I have actually seen Pinkskys statement in reality. People with whom I have spoken with about this subject, who are devout Christians, find that Ned Flanders is not only a perfect example of Christian ideals, but also a great role model for many people despite the fact that he is a fictitious character. I also view Ned Flanders as such and can easily understand why he would be viewed as a mascot to many Christians on college campuses.
Pinsky covers all bases in his essay including discussing how many people feel about their religions being satirized by these animated shows. I feel this is a very important aspect to Pinskys essay because it expresses what the people view on this subject. Pinsky even discusses the show South Park to explain how people are glad that their religions are being satirized. “…As an evangelical Christian, I find that The Simpsons provides me with a mirror that reflects my own Christian life” (pinsky702).
By using this statement Pinsky proves to readers that people enjoy viewing their religions on animated comedies. This is a great quote to use to prove that religion being a focal point for cartoons is a good thing.

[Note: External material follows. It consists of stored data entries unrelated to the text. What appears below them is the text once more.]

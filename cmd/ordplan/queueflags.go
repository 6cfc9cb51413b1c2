package main

import (
	"context"
	"errors"
	"flag"
	"fmt"
	"io"
	"os"
	"os/signal"
	"time"

	"ordplan/runner/queue"
)

// queueFlags are the options of `run`, `worker` and `fit` that say how to
// reach the queue: the server, TLS, credentials and the shared secret.
// Each may also be given by an environment variable.
type queueFlags struct {
	url, ca, cert, key, creds, nkey, secretFile *string
	deadline                                    *time.Duration
}

func addQueueFlags(fs *flag.FlagSet, urlHelp string, coordinator bool) *queueFlags {
	env := os.Getenv
	q := &queueFlags{
		url:        fs.String("queue", "", urlHelp),
		ca:         fs.String("queue-ca", env(queue.EnvCA), "PEM file of the authorities that sign the server's TLS certificate (env "+queue.EnvCA+")"),
		cert:       fs.String("queue-cert", env(queue.EnvCert), "PEM client certificate, when the server verifies clients (env "+queue.EnvCert+")"),
		key:        fs.String("queue-key", env(queue.EnvKey), "PEM private key of --queue-cert (env "+queue.EnvKey+")"),
		creds:      fs.String("queue-creds", env(queue.EnvCreds), "NATS credentials file (env "+queue.EnvCreds+")"),
		nkey:       fs.String("queue-nkey", env(queue.EnvNkey), "file with an nkey seed (env "+queue.EnvNkey+")"),
		secretFile: fs.String("queue-secret-file", env(queue.EnvSecretFile), "file with the secret shared by the coordinator and the workers: jobs and results carry an HMAC made with it (env "+queue.EnvSecretFile+"; required with --queue)"),
	}
	if coordinator {
		q.deadline = fs.Duration("job-deadline", queue.DefaultJobDeadline, "with --queue: publish the missing jobs again when no result arrives for this long, and fail after a second such wait")
	}
	return q
}

// errNoSecret is a usage error: the queue needs the shared secret.
var errNoSecret = errors.New("--queue needs the shared secret: give --queue-secret-file FILE or set " + queue.EnvSecretFile +
	" (the same file on the coordinator and every worker; see \"Running on a cluster\" in DEVELOPERS.md)")

// config builds the connection settings; a missing secret is errNoSecret.
func (q *queueFlags) config(name string) (queue.Config, error) {
	cfg := queue.Config{URL: *q.url, Name: name, CAFile: *q.ca, CertFile: *q.cert, KeyFile: *q.key, CredsFile: *q.creds, NkeyFile: *q.nkey}
	if *q.secretFile == "" {
		return cfg, errNoSecret
	}
	s, err := queue.LoadSecret(*q.secretFile)
	if err != nil {
		return cfg, err
	}
	cfg.Secret = s
	return cfg, nil
}

// usageOrFail reports a configuration error: a usage error for a missing
// secret, a failure otherwise.
func usageOrFail(cmd string, err error, stderr interface{ Write([]byte) (int, error) }) int {
	if errors.Is(err, errNoSecret) {
		fmt.Fprintf(stderr, "ordplan %s: %v\n", cmd, err)
		return exitUsage
	}
	return fail(stderr, err)
}

// connectQueue connects to the queue with a context that ends on an
// interrupt or a termination signal; deadline (0: the default) is how long
// a coordinator waits for results. done closes the connection and stops
// catching the signals.
func connectQueue(cfg queue.Config, deadline time.Duration, log io.Writer) (ctx context.Context, c *queue.Client, done func(), err error) {
	ctx, stop := signal.NotifyContext(context.Background(), stopSignals()...)
	cfg.Log = log
	c, err = queue.Connect(ctx, cfg)
	if err != nil {
		stop()
		return nil, nil, nil, err
	}
	c.JobDeadline = deadline
	return ctx, c, func() { c.Close(); stop() }, nil
}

Pinsky makes several great points in his essay to prove that religion in cartoons is a good thing for television and also viewers. I agree with all of the arguments Pinsky provides, cartoons really do give us a great understanding and perspective on religious and social topics. Pinsky presents many examples that further prove his point. This is a subject I personally have been infatuated with and really is the reason I watch these cartoons. It makes worldly issues less terrifying and also lets me learn about religions I hardly pay attention to. Pinsky hits his main idea home by stating that in a world where many people do not go to church or care about religion, it is a great thing that cartoons introduce such topics.